『岡潔先生の情緒の教育』

 理学部数学科 昭和三十六年卒 中西 栄美

  世界に十人しか理解できないといわれる多変数関数論の、岡 潔先生に憧れて奈良女子大学に進学したといっても過言ではない。

 先生の講義は三年生からなので、一・二年生の夏休みは図書館で猛勉強した。

 卒業試験は、たしか先生の第九番目の論文から出題されたと聞いた。試験当日、登校すると黒板に二題書かれていた。もちろん少々考えただけで解けるはずはない。外出は自由だったので図書館へ行って何かヒントを探したがあろうはずはない。ようやく観念して本気になった。提出のリミットは夜中の一二時。答案用紙を提出したのは夜の七時だった。

 不思議なことに先生の講義を受けると、気持ちが高揚して勉強したくてたまらなくなった。講義中に先生の口から発せられた至言の数々。例えば「我と文机の間に間隙ありぬべし」「昨日の我を汝と呼べり」「芭蕉の句『よく見ればなづな花咲く垣根かな』鋭い発見の喜び」等々。必死にノートの端に書き留めた。

 先生の提唱される情緒の教育は、沢山の著書、なかでも「春宵十話」「紫の火花」「情緒の教育」等々に詳しく書かれている。ぜひ読んで欲しい。
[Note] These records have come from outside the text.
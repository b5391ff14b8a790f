#pragma once
// Guard rails around yaml-cpp for files written by hand or exported by other systems. yaml-cpp
// parses by recursive descent and shares aliased nodes, so a hostile file can exhaust the stack
// (deep nesting) or make any later walk exponential (an alias bomb: each anchor a list of
// aliases of the previous one). Two cheap checks keep the loader safe:
//   - before parsing, a text scan (`check_yaml_text`): the size, bytes that are not UTF-8 text
//     (binary garbage), and the nesting depth of block and flow collections;
//   - after parsing, a count of the nodes the document would have with every alias expanded
//     (`check_yaml_expansion`), done without expanding: each distinct node is counted once and
//     its expanded size memoised.
// Each problem becomes one `file:line:col: error:` diagnostic naming the limit.

#include <yaml-cpp/yaml.h>

#include <cstddef>
#include <string>
#include <string_view>

#include "sim/scenario/diagnostics.hpp"

namespace larder {

/// The limits; a real scenario stays far below each (a large one: about 100 KB, 8 levels,
/// 10,000 nodes).
struct YamlLimits {
  std::size_t max_bytes = std::size_t{16} << 20;  ///< 16 MiB of text
  int max_depth = 64;                             ///< nested collections
  std::size_t max_expanded_nodes = 2'000'000;     ///< nodes with every alias expanded
};

/// Scans the text before yaml-cpp sees it: too large, not UTF-8 text (a NUL byte or an invalid
/// sequence), or nested deeper than the limit. Reports the first problem of each kind; returns
/// whether the text may be parsed.
bool check_yaml_text(std::string_view text, const std::string& file, Diagnostics& diag,
                     const YamlLimits& limits = {});

/// The number of nodes `root` would have with every alias expanded, saturating at `cap` + 1.
/// Linear in the number of distinct nodes.
std::size_t expanded_node_count(const YAML::Node& root, std::size_t cap);

/// Reports a document whose alias expansion exceeds the limit (an alias bomb); returns whether
/// the document may be walked.
bool check_yaml_expansion(const YAML::Node& root, const std::string& file, Diagnostics& diag,
                          const YamlLimits& limits = {});

}  // namespace larder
 私は半世紀余り中・高・短大で数学を教えてきた。その間私の願いはただひとつ、岡先生のように学ぶ喜び、勉強したくてたまらなくなるような魔法をかけることであった。先生は私の目標であり、常に行く先を照らす北極星のごとき存在であった。

 一昨年とてもうれしい発見があった。それは一冊の本に巡りあったことである。本の題名は「数学する身体」(森田真生著)著者は若き数学者だが異色の経歴を持つ。東大の文学部から、岡先生の影響を受けて数学に転向した若者である。輝ける北極星は一世紀余りの時を経て若者の行く手を照らし出した。その光に気付き追い求める若者達が出た。

 これからはAIの時代。学習する電子頭脳に対抗できるのは「情の大切さ」「情緒」「人情」。これこそが我々人間の最後の砦となるのではないだろうか。